**Exercise prompt:** Below are some records; retype all of them exactly.

**Dataset records:**
+++

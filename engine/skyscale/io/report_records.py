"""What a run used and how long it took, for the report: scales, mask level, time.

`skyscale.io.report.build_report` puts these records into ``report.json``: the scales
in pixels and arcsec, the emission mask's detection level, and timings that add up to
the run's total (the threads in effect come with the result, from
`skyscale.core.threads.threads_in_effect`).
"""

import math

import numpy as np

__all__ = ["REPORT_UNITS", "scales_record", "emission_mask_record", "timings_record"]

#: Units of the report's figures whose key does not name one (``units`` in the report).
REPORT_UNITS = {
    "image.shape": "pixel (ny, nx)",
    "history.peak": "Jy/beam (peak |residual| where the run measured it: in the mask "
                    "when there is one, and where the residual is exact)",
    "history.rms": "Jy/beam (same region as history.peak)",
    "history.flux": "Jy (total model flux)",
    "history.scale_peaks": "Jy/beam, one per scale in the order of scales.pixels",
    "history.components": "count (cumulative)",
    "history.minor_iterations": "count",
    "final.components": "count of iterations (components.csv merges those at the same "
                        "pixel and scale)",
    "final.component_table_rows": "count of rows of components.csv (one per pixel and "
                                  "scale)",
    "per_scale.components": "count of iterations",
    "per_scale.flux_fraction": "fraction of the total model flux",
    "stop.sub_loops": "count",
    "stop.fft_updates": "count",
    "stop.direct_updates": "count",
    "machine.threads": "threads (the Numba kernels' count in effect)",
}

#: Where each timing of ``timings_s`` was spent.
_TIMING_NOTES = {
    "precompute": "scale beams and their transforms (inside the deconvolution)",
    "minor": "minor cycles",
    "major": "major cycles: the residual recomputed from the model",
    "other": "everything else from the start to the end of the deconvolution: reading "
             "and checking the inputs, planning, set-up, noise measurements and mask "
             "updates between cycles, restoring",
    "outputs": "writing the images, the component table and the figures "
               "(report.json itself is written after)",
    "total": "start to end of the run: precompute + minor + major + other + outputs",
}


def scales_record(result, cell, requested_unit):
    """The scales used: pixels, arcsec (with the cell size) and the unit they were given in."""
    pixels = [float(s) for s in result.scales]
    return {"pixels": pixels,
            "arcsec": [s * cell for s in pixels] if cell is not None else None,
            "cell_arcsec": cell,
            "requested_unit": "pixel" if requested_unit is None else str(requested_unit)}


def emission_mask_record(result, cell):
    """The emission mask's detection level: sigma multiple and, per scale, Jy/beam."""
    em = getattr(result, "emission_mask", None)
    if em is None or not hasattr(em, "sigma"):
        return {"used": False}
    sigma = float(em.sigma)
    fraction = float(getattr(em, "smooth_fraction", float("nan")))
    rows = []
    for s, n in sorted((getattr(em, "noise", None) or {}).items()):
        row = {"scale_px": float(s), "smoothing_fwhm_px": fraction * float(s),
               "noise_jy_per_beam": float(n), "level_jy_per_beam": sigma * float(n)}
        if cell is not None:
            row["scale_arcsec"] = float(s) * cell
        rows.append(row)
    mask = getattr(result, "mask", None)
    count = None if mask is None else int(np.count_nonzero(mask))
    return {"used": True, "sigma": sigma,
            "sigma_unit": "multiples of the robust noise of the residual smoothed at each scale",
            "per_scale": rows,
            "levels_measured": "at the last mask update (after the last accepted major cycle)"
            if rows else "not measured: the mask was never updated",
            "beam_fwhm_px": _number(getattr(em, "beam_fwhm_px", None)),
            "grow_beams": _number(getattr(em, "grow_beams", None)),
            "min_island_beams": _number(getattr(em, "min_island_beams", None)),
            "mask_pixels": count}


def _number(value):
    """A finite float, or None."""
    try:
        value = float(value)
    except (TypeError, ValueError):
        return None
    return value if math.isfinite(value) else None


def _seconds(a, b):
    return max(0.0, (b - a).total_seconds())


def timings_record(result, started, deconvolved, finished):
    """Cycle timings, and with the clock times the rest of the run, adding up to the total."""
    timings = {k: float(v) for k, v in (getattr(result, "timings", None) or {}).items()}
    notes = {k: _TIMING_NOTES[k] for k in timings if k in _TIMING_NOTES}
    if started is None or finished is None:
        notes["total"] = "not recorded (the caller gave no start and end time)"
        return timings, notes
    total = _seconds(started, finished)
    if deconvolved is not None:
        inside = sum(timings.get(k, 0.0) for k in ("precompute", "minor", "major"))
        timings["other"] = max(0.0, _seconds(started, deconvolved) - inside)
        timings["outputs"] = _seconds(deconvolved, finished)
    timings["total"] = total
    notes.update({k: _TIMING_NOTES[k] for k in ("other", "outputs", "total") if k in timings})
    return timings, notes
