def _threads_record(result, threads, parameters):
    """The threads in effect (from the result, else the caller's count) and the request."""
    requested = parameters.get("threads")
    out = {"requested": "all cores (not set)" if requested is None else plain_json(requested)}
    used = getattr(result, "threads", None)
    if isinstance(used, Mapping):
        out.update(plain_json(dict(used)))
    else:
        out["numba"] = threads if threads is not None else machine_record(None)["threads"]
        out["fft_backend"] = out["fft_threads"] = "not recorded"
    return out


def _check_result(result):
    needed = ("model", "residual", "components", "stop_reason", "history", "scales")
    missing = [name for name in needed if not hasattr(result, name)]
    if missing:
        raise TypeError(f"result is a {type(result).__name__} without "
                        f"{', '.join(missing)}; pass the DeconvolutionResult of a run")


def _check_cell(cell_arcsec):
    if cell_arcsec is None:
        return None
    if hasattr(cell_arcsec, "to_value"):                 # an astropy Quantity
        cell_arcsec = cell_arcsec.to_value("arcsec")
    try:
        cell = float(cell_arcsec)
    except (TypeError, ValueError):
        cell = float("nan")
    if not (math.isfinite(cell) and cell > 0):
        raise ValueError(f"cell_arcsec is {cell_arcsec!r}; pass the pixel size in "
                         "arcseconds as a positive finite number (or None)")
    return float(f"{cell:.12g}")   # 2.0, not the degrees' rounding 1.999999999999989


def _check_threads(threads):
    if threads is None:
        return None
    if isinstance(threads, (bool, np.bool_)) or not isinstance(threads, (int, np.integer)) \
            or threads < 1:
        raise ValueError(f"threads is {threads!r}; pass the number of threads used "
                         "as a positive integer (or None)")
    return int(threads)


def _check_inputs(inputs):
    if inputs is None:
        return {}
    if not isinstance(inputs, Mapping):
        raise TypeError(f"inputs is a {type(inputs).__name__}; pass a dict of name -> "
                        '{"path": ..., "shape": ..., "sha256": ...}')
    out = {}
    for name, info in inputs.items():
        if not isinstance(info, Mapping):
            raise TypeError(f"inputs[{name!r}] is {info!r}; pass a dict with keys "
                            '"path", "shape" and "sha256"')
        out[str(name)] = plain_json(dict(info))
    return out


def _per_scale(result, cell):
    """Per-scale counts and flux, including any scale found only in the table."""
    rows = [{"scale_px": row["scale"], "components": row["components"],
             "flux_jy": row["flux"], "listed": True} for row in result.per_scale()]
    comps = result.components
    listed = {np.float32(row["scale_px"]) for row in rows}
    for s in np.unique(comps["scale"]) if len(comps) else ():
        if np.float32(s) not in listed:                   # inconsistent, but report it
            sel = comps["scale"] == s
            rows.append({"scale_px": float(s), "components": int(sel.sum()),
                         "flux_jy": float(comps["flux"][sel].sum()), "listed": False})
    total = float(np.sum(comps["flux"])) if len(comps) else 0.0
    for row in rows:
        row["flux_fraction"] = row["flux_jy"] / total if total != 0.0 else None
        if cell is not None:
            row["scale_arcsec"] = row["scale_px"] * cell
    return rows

+++

**Exercise response:**
filename engine/skyscale/io/report_records.py
"""What a run used and how long it took, for the report: scales, mask level, time.

`skyscale.io.report.build_report` puts these records into ``report.json``: the scales
in pixels and arcsec, the emission mask's detection level, and timings that add up to
the run's total (the threads in effect come with the result, from
`skyscale.core.threads.threads_in_effect`).
"""

import math

import numpy as np

__all__ = ["REPORT_UNITS", "scales_record", "emission_mask_record", "timings_record"]

#: Units of the report's figures whose key does not name one (``units`` in the report).
REPORT_UNITS = {
    "image.shape": "pixel (ny, nx)",
    "history.peak": "Jy/beam (peak |residual| where the run measured it: in the mask "
                    "when there is one, and where the residual is exact)",
    "history.rms": "Jy/beam (same region as history.peak)",
    "history.flux": "Jy (total model flux)",
    "history.scale_peaks": "Jy/beam, one per scale in the order of scales.pixels",
    "history.components": "count (cumulative)",
    "history.minor_iterations": "count",
    "final.components": "count of iterations (components.csv merges those at the same "
                        "pixel and scale)",
    "final.component_table_rows": "count of rows of components.csv (one per pixel and "
                                  "scale)",
    "per_scale.components": "count of iterations",
    "per_scale.flux_fraction": "fraction of the total model flux",
    "stop.sub_loops": "count",
    "stop.fft_updates": "count",
    "stop.direct_updates": "count",
    "machine.threads": "threads (the Numba kernels' count in effect)",
}

#: Where each timing of ``timings_s`` was spent.
_TIMING_NOTES = {
    "precompute": "scale beams and their transforms (inside the deconvolution)",
    "minor": "minor cycles",
    "major": "major cycles: the residual recomputed from the model",
    "other": "everything else from the start to the end of the deconvolution: reading "
             "and checking the inputs, planning, set-up, noise measurements and mask "
             "updates between cycles, restoring",
    "outputs": "writing the images, the component table and the figures "
               "(report.json itself is written after)",
    "total": "start to end of the run: precompute + minor + major + other + outputs",
}


def scales_record(result, cell, requested_unit):
    """The scales used: pixels, arcsec (with the cell size) and the unit they were given in."""
    pixels = [float(s) for s in result.scales]
    return {"pixels": pixels,
            "arcsec": [s * cell for s in pixels] if cell is not None else None,
            "cell_arcsec": cell,
            "requested_unit": "pixel" if requested_unit is None else str(requested_unit)}


def emission_mask_record(result, cell):
    """The emission mask's detection level: sigma multiple and, per scale, Jy/beam."""
    em = getattr(result, "emission_mask", None)
    if em is None or not hasattr(em, "sigma"):
        return {"used": False}
    sigma = float(em.sigma)
    fraction = float(getattr(em, "smooth_fraction", float("nan")))
    rows = []
    for s, n in sorted((getattr(em, "noise", None) or {}).items()):
        row = {"scale_px": float(s), "smoothing_fwhm_px": fraction * float(s),
               "noise_jy_per_beam": float(n), "level_jy_per_beam": sigma * float(n)}
        if cell is not None:
            row["scale_arcsec"] = float(s) * cell
        rows.append(row)
    mask = getattr(result, "mask", None)
    count = None if mask is None else int(np.count_nonzero(mask))
    return {"used": True, "sigma": sigma,
            "sigma_unit": "multiples of the robust noise of the residual smoothed at each scale",
            "per_scale": rows,
            "levels_measured": "at the last mask update (after the last accepted major cycle)"
            if rows else "not measured: the mask was never updated",
            "beam_fwhm_px": _number(getattr(em, "beam_fwhm_px", None)),
            "grow_beams": _number(getattr(em, "grow_beams", None)),
            "min_island_beams": _number(getattr(em, "min_island_beams", None)),
            "mask_pixels": count}


def _number(value):
    """A finite float, or None."""
    try:
        value = float(value)
    except (TypeError, ValueError):
        return None
    return value if math.isfinite(value) else None


def _seconds(a, b):
    return max(0.0, (b - a).total_seconds())


def timings_record(result, started, deconvolved, finished):
    """Cycle timings, and with the clock times the rest of the run, adding up to the total."""
    timings = {k: float(v) for k, v in (getattr(result, "timings", None) or {}).items()}
    notes = {k: _TIMING_NOTES[k] for k in timings if k in _TIMING_NOTES}
    if started is None or finished is None:
        notes["total"] = "not recorded (the caller gave no start and end time)"
        return timings, notes
    total = _seconds(started, finished)
    if deconvolved is not None:
        inside = sum(timings.get(k, 0.0) for k in ("precompute", "minor", "major"))
        timings["other"] = max(0.0, _seconds(started, deconvolved) - inside)
        timings["outputs"] = _seconds(deconvolved, finished)
    timings["total"] = total
    notes.update({k: _TIMING_NOTES[k] for k in ("other", "outputs", "total") if k in timings})
    return timings, notes
def _threads_record(result, threads, parameters):
    """The threads in effect (from the result, else the caller's count) and the request."""
    requested = parameters.get("threads")
    out = {"requested": "all cores (not set)" if requested is None else plain_json(requested)}
    used = getattr(result, "threads", None)
    if isinstance(used, Mapping):
        out.update(plain_json(dict(used)))
    else:
        out["numba"] = threads if threads is not None else machine_record(None)["threads"]
        out["fft_backend"] = out["fft_threads"] = "not recorded"
    return out


def _check_result(result):
    needed = ("model", "residual", "components", "stop_reason", "history", "scales")
    missing = [name for name in needed if not hasattr(result, name)]
    if missing:
        raise TypeError(f"result is a {type(result).__name__} without "
                        f"{', '.join(missing)}; pass the DeconvolutionResult of a run")


def _check_cell(cell_arcsec):
    if cell_arcsec is None:
        return None
    if hasattr(cell_arcsec, "to_value"):                 # an astropy Quantity
        cell_arcsec = cell_arcsec.to_value("arcsec")
    try:
        cell = float(cell_arcsec)
    except (TypeError, ValueError):
        cell = float("nan")
    if not (math.isfinite(cell) and cell > 0):
        raise ValueError(f"cell_arcsec is {cell_arcsec!r}; pass the pixel size in "
                         "arcseconds as a positive finite number (or None)")
    return float(f"{cell:.12g}")   # 2.0, not the degrees' rounding 1.999999999999989


def _check_threads(threads):
    if threads is None:
        return None
    if isinstance(threads, (bool, np.bool_)) or not isinstance(threads, (int, np.integer)) \
            or threads < 1:
        raise ValueError(f"threads is {threads!r}; pass the number of threads used "
                         "as a positive integer (or None)")
    return int(threads)


def _check_inputs(inputs):
    if inputs is None:
        return {}
    if not isinstance(inputs, Mapping):
        raise TypeError(f"inputs is a {type(inputs).__name__}; pass a dict of name -> "
                        '{"path": ..., "shape": ..., "sha256": ...}')
    out = {}
    for name, info in inputs.items():
        if not isinstance(info, Mapping):
            raise TypeError(f"inputs[{name!r}] is {info!r}; pass a dict with keys "
                            '"path", "shape" and "sha256"')
        out[str(name)] = plain_json(dict(info))
    return out


def _per_scale(result, cell):
    """Per-scale counts and flux, including any scale found only in the table."""
    rows = [{"scale_px": row["scale"], "components": row["components"],
             "flux_jy": row["flux"], "listed": True} for row in result.per_scale()]
    comps = result.components
    listed = {np.float32(row["scale_px"]) for row in rows}
    for s in np.unique(comps["scale"]) if len(comps) else ():
        if np.float32(s) not in listed:                   # inconsistent, but report it
            sel = comps["scale"] == s
            rows.append({"scale_px": float(s), "components": int(sel.sum()),
                         "flux_jy": float(comps["flux"][sel].sum()), "listed": False})
    total = float(np.sum(comps["flux"])) if len(comps) else 0.0
    for row in rows:
        row["flux_fraction"] = row["flux_jy"] / total if total != 0.0 else None
        if cell is not None:
            row["scale_arcsec"] = row["scale_px"] * cell
    return rows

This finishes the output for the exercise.